DIRECTIONS FOR THIS TASK :: Tally the lines of the data below that contain the string "approvalTokenHash". Give the tally and nothing else.

RECORDS PROVIDED ::
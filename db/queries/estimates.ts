import { and, asc, desc, eq } from "drizzle-orm";
import { assertCan, type Member } from "@/lib/auth/can";
import { hashToken, newToken } from "@/lib/auth/tokens";
import type { AnswerInput, LinesValues } from "@/lib/estimates/schemas";
import { ConflictError, GoneError, NotFoundError, notFound } from "@/lib/errors";
import { computeTotals, formatMoney } from "@/lib/money";
import { getDb, type DbOrTx } from "../client";
import { estimateLines, estimates, users, workshops } from "../schema";
import { insertLogEntry } from "./log";
import { jobInWorkshop, jobPartsForPricing, moneySettings, priceLines } from "./money-lines";

/**
 * Estimates: prepared by technicians and owners (never apprentices, who see no prices), sent to the customer
 * as a single-use, expiring link whose token is stored only as its SHA-256, and answered without an account.
 */

export const APPROVAL_LINK_DAYS = 14;

function latestEstimate(tx: DbOrTx, workshopId: number, jobId: number) {
  return tx
    .select()
    .from(estimates)
    .where(and(eq(estimates.workshopId, workshopId), eq(estimates.jobId, jobId)))
    .orderBy(desc(estimates.id))
    .limit(1)
    .get();
}

function linesOf(tx: DbOrTx, estimateId: number) {
  return tx.select().from(estimateLines).where(eq(estimateLines.estimateId, estimateId)).orderBy(asc(estimateLines.position)).all();
}

function withTotals<E extends { taxRateBp: number }, L extends { quantityMilli: number; unitPriceMinor: number }>(estimate: E, lines: L[]) {
  const totals = computeTotals(lines, estimate.taxRateBp);
  return {
    ...estimate,
    lines: lines.map((l, i) => ({ ...l, amountMinor: totals.lines[i] })),
    subtotalMinor: totals.subtotalMinor,
    taxMinor: totals.taxMinor,
    totalMinor: totals.totalMinor,
  };
}

/** The job's estimate (latest), its priced lines and totals, plus what the editor needs. */
export function getEstimateForJob(member: Member, jobId: number) {
  assertCan(member, "prepareEstimates", "see estimates");
  const db = getDb();
  const job = jobInWorkshop(db, member.workshopId, jobId);
  if (!job) throw notFound("That job");
  const settings = moneySettings(db, member.workshopId);
  const current = latestEstimate(db, member.workshopId, jobId);
  const { approvalTokenHash: _hash, ...estimate } = current ?? ({} as NonNullable<typeof current>);
  return {
    job,
    settings,
    parts: jobPartsForPricing(db, member.workshopId, jobId),
    estimate: current ? withTotals(estimate, linesOf(db, current.id)) : null,
  };
}

/** Save the editor's lines. Approved estimates stay as the customer saw them; a sent one returns to draft. */
export function saveEstimate(member: Member, jobId: number, input: LinesValues) {
  assertCan(member, "prepareEstimates", "prepare estimates");
  getDb().transaction((tx) => {
    if (!jobInWorkshop(tx, member.workshopId, jobId)) throw notFound("That job");
    const settings = moneySettings(tx, member.workshopId);
    const priced = priceLines(tx, member.workshopId, jobId, input.lines);
    let current = latestEstimate(tx, member.workshopId, jobId);
    if (current?.status === "approved") throw new ConflictError("The customer approved this estimate; put further changes on the invoice.");
    const values = {
      status: "draft" as const,
      currency: settings.currency,
      taxRateBp: settings.taxRateBp,
      approvalTokenHash: null,
      tokenExpiresAt: null,
      respondedAt: null,
    };
    if (current) tx.update(estimates).set(values).where(eq(estimates.id, current.id)).run();
    else
      current = tx
        .insert(estimates)
        .values({ ...values, jobId, workshopId: member.workshopId, createdBy: member.userId })
        .returning()
        .get();
    tx.delete(estimateLines).where(eq(estimateLines.estimateId, current.id)).run();
    if (priced.length)
      tx.insert(estimateLines)
        .values(priced.map((p) => ({ ...p, estimateId: current!.id })))
        .run();
  });
  return getEstimateForJob(member, jobId);
}

/**
 * Mark the estimate sent with a fresh token (any older link stops working) and log it. Returns the token
 * for the e-mail only; it is never stored or answered in an API response.
 */
export function issueApprovalLink(member: Member, jobId: number) {
  assertCan(member, "prepareEstimates", "send estimates");
  return getDb().transaction((tx) => {
    const job = jobInWorkshop(tx, member.workshopId, jobId);
    if (!job) throw notFound("That job");
    const current = latestEstimate(tx, member.workshopId, jobId);
    if (!current) throw new ConflictError("Save an estimate before sending it.");
    if (current.status === "approved") throw new ConflictError("The customer has already approved this estimate.");
    if (!job.customerEmail) throw new ConflictError("Add the customer's e-mail to the job before sending the estimate.");
    const lines = linesOf(tx, current.id);
    if (!lines.length) throw new ConflictError("Add at least one line before sending the estimate.");
    const { token, hash } = newToken();
    const expiresAt = new Date(Date.now() + APPROVAL_LINK_DAYS * 86_400_000);
    tx.update(estimates)
      .set({ status: "sent", approvalTokenHash: hash, tokenExpiresAt: expiresAt, respondedAt: null })
      .where(eq(estimates.id, current.id))
      .run();
    const total = formatMoney(withTotals(current, lines).totalMinor, current.currency);
    // Log entries carry no amounts: apprentices read the Log and never see prices.
    insertLogEntry(tx, {
      jobId,
      workshopId: member.workshopId,
      authorId: member.userId,
      kind: "estimate",
      text: `Estimate sent to ${job.customerEmail} for approval.`,
      data: { estimateId: current.id, event: "sent" },
    });
    return { token, expiresAt, job, total, workshopName: member.workshopName };
  });
}

/** What the customer's link shows. The token is the only credential; a wrong, used or expired one shows nothing priced. */
export function findEstimateByToken(token: string) {
  const db = getDb();
  const row = db
    .select({ estimate: estimates, workshopName: workshops.name, contactEmail: workshops.contactEmail, contactPhone: workshops.contactPhone })
    .from(estimates)
    .innerJoin(workshops, eq(workshops.id, estimates.workshopId))
    .where(eq(estimates.approvalTokenHash, hashToken(token)))
    .get();
  if (!row) return { state: "unknown" as const };
  const { estimate } = row;
  if (estimate.status !== "sent")
    return { state: "answered" as const, status: estimate.status, respondedAt: estimate.respondedAt, workshopName: row.workshopName };
  if (!estimate.tokenExpiresAt || estimate.tokenExpiresAt.getTime() < Date.now())
    return { state: "expired" as const, workshopName: row.workshopName, contactEmail: row.contactEmail };
  const job = jobInWorkshop(db, estimate.workshopId, estimate.jobId)!;
  const { approvalTokenHash: _h, ...safe } = estimate;
  return {
    state: "open" as const,
    workshop: { name: row.workshopName, contactEmail: row.contactEmail, contactPhone: row.contactPhone },
    job: { title: job.title, equipmentKind: job.equipmentKind, year: job.year, customerName: job.customerName },
    estimate: withTotals(safe, linesOf(db, estimate.id)),
  };
}

/** The customer's answer: once only, before expiry; logged on the job. Returns who to tell. */
export function answerEstimate(token: string, decision: AnswerInput["decision"], note?: string) {
  return getDb().transaction((tx) => {
    const estimate = tx
      .select()
      .from(estimates)
      .where(eq(estimates.approvalTokenHash, hashToken(token)))
      .get();
    if (!estimate) throw new NotFoundError("This link is not valid. Ask the workshop to send the estimate again.");
    if (estimate.status !== "sent") throw new GoneError("This estimate has already been answered.");
    if (!estimate.tokenExpiresAt || estimate.tokenExpiresAt.getTime() < Date.now())
      throw new GoneError("This link has expired. Ask the workshop for a new one.");
    const status = decision === "approve" ? "approved" : "declined";
    const respondedAt = new Date();
    // The status guard makes a concurrent second answer update nothing.
    const changed = tx
      .update(estimates)
      .set({ status, respondedAt })
      .where(and(eq(estimates.id, estimate.id), eq(estimates.status, "sent")))
      .run();
    if (changed.changes !== 1) throw new GoneError("This estimate has already been answered.");
    const job = jobInWorkshop(tx, estimate.workshopId, estimate.jobId)!;
    const who = job.customerName ?? "The customer";
    const text = `${who} ${status} the estimate.${note ? ` Their note: “${note}”` : ""}`;
    insertLogEntry(tx, {
      jobId: estimate.jobId,
      workshopId: estimate.workshopId,
      authorId: null,
      kind: "estimate",
      text,
      data: { estimateId: estimate.id, event: status },
    });
    const preparer = estimate.createdBy
      ? tx.select({ email: users.email, name: users.name }).from(users).where(eq(users.id, estimate.createdBy)).get()
      : undefined;
    return { status, text, job, preparer, workshopId: estimate.workshopId };
  });
}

WRITTEN RESPONSE :: 6